Looking good Lee, you are feeding lots of deer!!


----------



## elfiii

davidhelmly said:


> Looking good Lee, you are feeding lots of deer!!



Thanks David! My trail cams certainly think so. I can't decide if I should mow the oats or wait and let them go to seed and die and then mow. I want to give this clover every chance in the world to get well established.


----------



## Canuck5

Very nice Elfiii!  I'd probably consider spraying first, just to get the oats and grasses out of the way and let the clover come thru.


----------



## elfiii

Canuck5 said:


> Very nice Elfiii!  I'd probably consider spraying first, just to get the oats and grasses out of the way and let the clover come thru.



That's my plan as soon as it starts to dry out some Canuck. I don't want to spray just to have the rain wash it away the next day.


----------



## Triple C

elfiii...Clover looks great!  Great question on whether or not to terminated the oats.  I just mowed my grains last year in my clover plots but after they died out, I noticed the deer did not eat the clover any any clusters of stubble left from the grains.  Maybe the stiff stubble didn't take well to their tender lips.  I'll be terminating mine this year and keep the grass in check as well.


----------



## elfiii

Triple C said:


> elfiii...Clover looks great!  Great question on whether or not to terminated the oats.  I just mowed my grains last year in my clover plots but after they died out, I noticed the deer did not eat the clover any any clusters of stubble left from the grains.  Maybe the stiff stubble didn't take well to their tender lips.  I'll be terminating mine this year and keep the grass in check as well.



The great dilemma.
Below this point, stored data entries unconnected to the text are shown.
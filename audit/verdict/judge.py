"""Assemble the verdict from the earlier stages' typed results.

:func:`judge` is the single entry point the API calls after the diagnostics
and methods have run.  It reads only typed values: each diagnostic's
``severity`` and ``facts``, each method's fields, the ANOVA, the size check.
It decides nothing itself beyond gathering: the trust rules are in
:mod:`.trust`, the verdict rules in :mod:`.conclude`.
"""

from __future__ import annotations

from dataclasses import dataclass

from ..decision import decision
from ..errors import OptionError
from ..facts import (FragilityFacts, HomogeneityFacts, IndependenceFacts, InfluenceFacts, OutlierFacts,
                     RoundingFacts, ScaleFacts)
from ..results import SEVERITIES
from .claim import Claim, parse_claim
from .conclude import EffectVerdict, Verdict, conclude, judge_effect
from .reconcile import Reconciliation, decision_of_claim, reconcile
from .sensitivity import DetectableEffect, EquivalenceResult, detectable_interaction, equivalence_test
from .trust import MethodTrust, Primary, adopt_primary, assess_trust, choose_primary

__all__ = ["ClaimRecord", "Judgement", "judge", "parse_claims", "parse_equivalence"]

_GRADED_FROM = SEVERITIES.index("concern")


@dataclass(frozen=True, kw_only=True)
class ClaimRecord:
    """What is claimed about one effect, and whether the data reproduce it.

    Attributes
    ----------
    effect : str
    source : str
        'stated' (given by the user) or 'classical-f' (no claim was stated:
        the classical F's decision at alpha stands in for it).
    claim : Claim or None
        The parsed claim (None for 'classical-f').
    present : bool or None
        What the claim says about the effect at alpha.
    reconciliation : Reconciliation or None
        For a reported test.
    """

    effect: str
    source: str
    claim: Claim | None
    present: bool | None
    reconciliation: Reconciliation | None

    def to_dict(self) -> dict:
        return {"effect": self.effect, "source": self.source,
                "text": self.claim.text if self.claim else None,
                "parsed": self.claim.to_dict() if self.claim else None,
                "present": self.present,
                "reproduced": self.reconciliation.reproduced if self.reconciliation else None,
                "reconciliation": self.reconciliation.to_dict() if self.reconciliation else None}


@dataclass(frozen=True, kw_only=True)
class Judgement:
    """Everything the verdict stage produced.

    Attributes
    ----------
    verdict : Verdict
    claims : tuple of ClaimRecord
        The interaction's first.
    trust : tuple of MethodTrust
        One per method result, in the methods' order.
    agrees : tuple of (bool or None)
        Per method result: does its decision agree with the claim about its
        effect (None when its effect has no claim or it gave no p).
    sensitivity : DetectableEffect or None
        The smallest interaction the design detects with 80% power.
    equivalence : EquivalenceResult or None
        With an equivalence bound.
    """

    verdict: Verdict
    claims: tuple[ClaimRecord, ...]
    trust: tuple[MethodTrust, ...]
    agrees: tuple
    sensitivity: DetectableEffect | None
    equivalence: EquivalenceResult | None
    primary: Primary | None = None


def _names(factors) -> dict:
    a, b = factors
    out = {a: "A", b: "B"}
    for sep in (":", "*", " x ", "x", " X ", "\u00d7", " by "):
        out[f"{a}{sep}{b}"] = "AB"
        out[f"{b}{sep}{a}"] = "AB"
    return out


def parse_claims(texts, *, factors) -> tuple[Claim, ...]:
    """Parse the claims given on the command line or to the API.

    Parameters
    ----------
    texts : str or sequence of str or Claim
    factors : (str, str)
        Factor names, accepted as effect labels (``"dose: F(2, 54) = ..."``).
    """
    if texts is None:
        return ()
    if isinstance(texts, (str, Claim)):
        texts = (texts,)
    out = []
    seen = set()
    for t in texts:
        c = t if isinstance(t, Claim) else parse_claim(t, names=_names(factors))
        if c.effect in seen:
            raise OptionError(f"claim: expected at most one claim per effect, found two for {c.effect} "
                              f"({c.text!r}); give one claim for each effect")
        seen.add(c.effect)
        out.append(c)
    return tuple(out)


def parse_equivalence(bound) -> dict | None:
    """Read an equivalence bound: a number (RMS interaction term, response units)
    or ``eta2=X`` (partial eta squared).

    Parameters
    ----------
    bound : None, float or str
    """
    if bound is None:
        return None
    text = str(bound).strip()
    key = "bound_rms"
    if text.lower().startswith(("eta2=", "eta_sq=", "partial_eta_sq=")):
        key, text = "bound_eta_sq", text.split("=", 1)[1]
    try:
        v = float(text)
    except ValueError:
        raise OptionError(f"equivalence: expected a positive number (the largest negligible RMS interaction "
                          f"term, in response units) or eta2=X, found {bound!r}; e.g. --equivalence 0.5 or "
                          "--equivalence eta2=0.02") from None
    if not (v > 0) or (key == "bound_eta_sq" and v >= 1):
        raise OptionError(f"equivalence: expected a bound above 0 (below 1 for eta2), found {bound!r}")
    return {key: v}


def _facts(diagnostics, kind):
    for d in diagnostics:
        if isinstance(getattr(d, "facts", None), kind):
            return d.facts
    return None


def judge(fit, *, diagnostics=(), methods=(), claims=(), calibration=None, equivalence=None) -> Judgement:
    """Judge whether the claims (or the classical decision) hold up.

    Parameters
    ----------
    fit : Fit
    diagnostics : sequence of Diagnostic
    methods : sequence of MethodResult
    claims : sequence of Claim
        Parsed claims (:func:`parse_claims`); an unstated interaction claim
        is the classical F's decision.
    calibration : Calibration, optional
        The size check.
    equivalence : dict, optional
        From :func:`parse_equivalence`.
    """
    alpha = fit.alpha
    an = fit.anova
    cells = fit.cells
    homog = _facts(diagnostics, HomogeneityFacts)
    indep = _facts(diagnostics, IndependenceFacts)
    frag = _facts(diagnostics, FragilityFacts)
    infl = _facts(diagnostics, InfluenceFacts)
    scale = _facts(diagnostics, ScaleFacts)
    rounding = _facts(diagnostics, RoundingFacts)
    trust = assess_trust(methods, counts=cells.counts, alpha=alpha, homogeneity=homog, independence=indep,
                         calibration=calibration)
    outl = _facts(diagnostics, OutlierFacts)
    primary = choose_primary(methods, trust, alpha=alpha, calibration=calibration, homogeneity=homog)
    trust = adopt_primary(methods, trust, primary, alpha=alpha)

    by_effect = {c.effect: c for c in claims}
    records: list[ClaimRecord] = []
    for eff in ("AB", "A", "B"):
        c = by_effect.get(eff)
        if c is None:
            if eff != "AB":
                continue
            p = an.tables["II"].row("AB").p
            records.append(ClaimRecord(effect="AB", source="classical-f", claim=None, present=decision(p, alpha),
                                       reconciliation=None))
            continue
        rec = reconcile(c, anova=an, n_obs=int(cells.N), n_cells=int(cells.m), alpha=alpha,
                        F_ranges=rounding.F_ranges if rounding is not None else None) if c.has_test else None
        records.append(ClaimRecord(effect=eff, source="stated", claim=c, present=decision_of_claim(c, alpha),
                                   reconciliation=rec))

    sens = None
    try:
        sens = detectable_interaction(an, alpha=alpha, power=0.8, effect="AB")
    except Exception:  # pragma: no cover - the function reports problems as notes
        sens = None
    eq = None
    ab_row = an.tables["II"].row("AB")
    if equivalence:
        eq = equivalence_test(ab_row.F, ab_row.df, an.df_error, n_obs=int(cells.N), ms_error=an.ms_error,
                              alpha=alpha, **equivalence)

    graded = tuple((d.id, d.severity, d.summary) for d in diagnostics
                   if d.severity in SEVERITIES and SEVERITIES.index(d.severity) >= _GRADED_FROM)
    cannot = None
    if an.df_error == 0 and not any(m.id == "tukey-one-df" and m.p is not None for m in methods):
        cannot = ("there is no within-cell error (one observation per cell) and Tukey's one-degree-of-freedom "
                  "test could not be formed, so no test of the interaction exists here")
    if an.df_interaction == 0:
        cannot = "the interaction has no degrees of freedom in this design (too many empty cells)"

    effects: list[EffectVerdict] = []
    for rec in records:
        sensitivity = None
        if rec.effect == "AB" and sens is not None and sens.partial_eta_sq is not None:
            rms = f" (an RMS interaction term of {sens.rms_term:.3g} response units)" if sens.rms_term else ""
            sensitivity = _Sens(eta2_80=sens.partial_eta_sq,
                                text=f"low sensitivity: the design detects an interaction only from partial eta "
                                     f"squared {sens.partial_eta_sq:.3f}{rms} with 80% power, so a smaller one "
                                     "could be missed")
            if eq is not None and eq.equivalent:
                sensitivity = None
        ev = judge_effect(rec.effect, claim_present=rec.present, claim_source=rec.source, methods=methods,
                          trust=trust, alpha=alpha, reconciliation=rec.reconciliation,
                          fragility=frag if rec.effect == "AB" else None,
                          influence=infl if rec.effect == "AB" else None,
                          scale=scale if rec.effect == "AB" else None,
                          rounding=rounding if rec.effect == "AB" else None,
                          graded=graded if rec.effect == "AB" else (),
                          sensitivity=sensitivity, cannot_reason=cannot if rec.effect == "AB" else None,
                          primary=primary if rec.effect == "AB" else None,
                          outliers=outl if rec.effect == "AB" else None, n_obs=int(cells.N))
        effects.append(ev)
    verdict = conclude(tuple(effects))

    present = {r.effect: r.present for r in records}
    agrees = tuple(None if (m.p is None or present.get(m.effect) is None)
                   else decision(m.p, alpha) == present[m.effect] for m in methods)
    return Judgement(verdict=verdict, claims=tuple(records), trust=trust, agrees=agrees, sensitivity=sens,
                     equivalence=eq, primary=primary)


@dataclass(frozen=True)
class _Sens:
    eta2_80: float
    text: str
I can't make up my mind. The oats are giving the clover a chance to get their root system established. Protecting the clover until the hottest part of the year when the oats will die out is very appealing.


----------



## Dean

Grabbed a few pictures this weekend of one of our crimson clover plots (planted in Fall with mix wheat, Abruzzi rye, radishes). Seems the advise is to let this die out in next month or so and go to seed. Then broadcast over-seed with Alyce and possibly something else for summer. Then this Fall, throw and mow (spray herbicide?) to start establishing mix of perennial clovers, hopefully for a 3-5 year stand.


----------



## Triple C

elfiii said:


> The great dilemma. I can't make up my mind. The oats are giving the clover a chance to get their root system established. Protecting the clover until the hottest part of the year when the oats will die out is very appealing.
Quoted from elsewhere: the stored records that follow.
"""Building blocks of the verdict: reported claims, their reconciliation with the
data, and the sensitivity of an "absent" claim.

Importing this package has no side effects.
"""

from .claim import Claim, parse_claim
from .reconcile import ClosestMatch, ReconcileCheck, Reconciliation, decision_of_claim, reconcile
from .sensitivity import DetectableEffect, EquivalenceResult, detectable_interaction, equivalence_test

__all__ = [
    "Claim",
    "parse_claim",
    "ReconcileCheck",
    "ClosestMatch",
    "Reconciliation",
    "reconcile",
    "decision_of_claim",
    "DetectableEffect",
    "EquivalenceResult",
    "detectable_interaction",
    "equivalence_test",
]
You'll be good either way.  Only in the few areas where the wheat stubble clumped up did the deer not browse to clover.  I'm gonna really get aggressive this spring on eliminating grass competition when the crab grass starts taking off in May.


----------



## elfiii

Triple C said:


> You'll be good either way.  Only in the few areas where the wheat stubble clumped up did the deer not browse to clover.  I'm gonna really get aggressive this spring on eliminating grass competition when the crab grass starts taking off in May.



Same here. I got wire grass in my established clover plot and it's coming on strong already. I knocked it back last Fall with some Poast but apparently all I did was make it angry. I'm going to take David's advice and switch up to Clethodim. I've always had crab grass in the new clover plot so it's going to get a healthy dose of Clethodim too.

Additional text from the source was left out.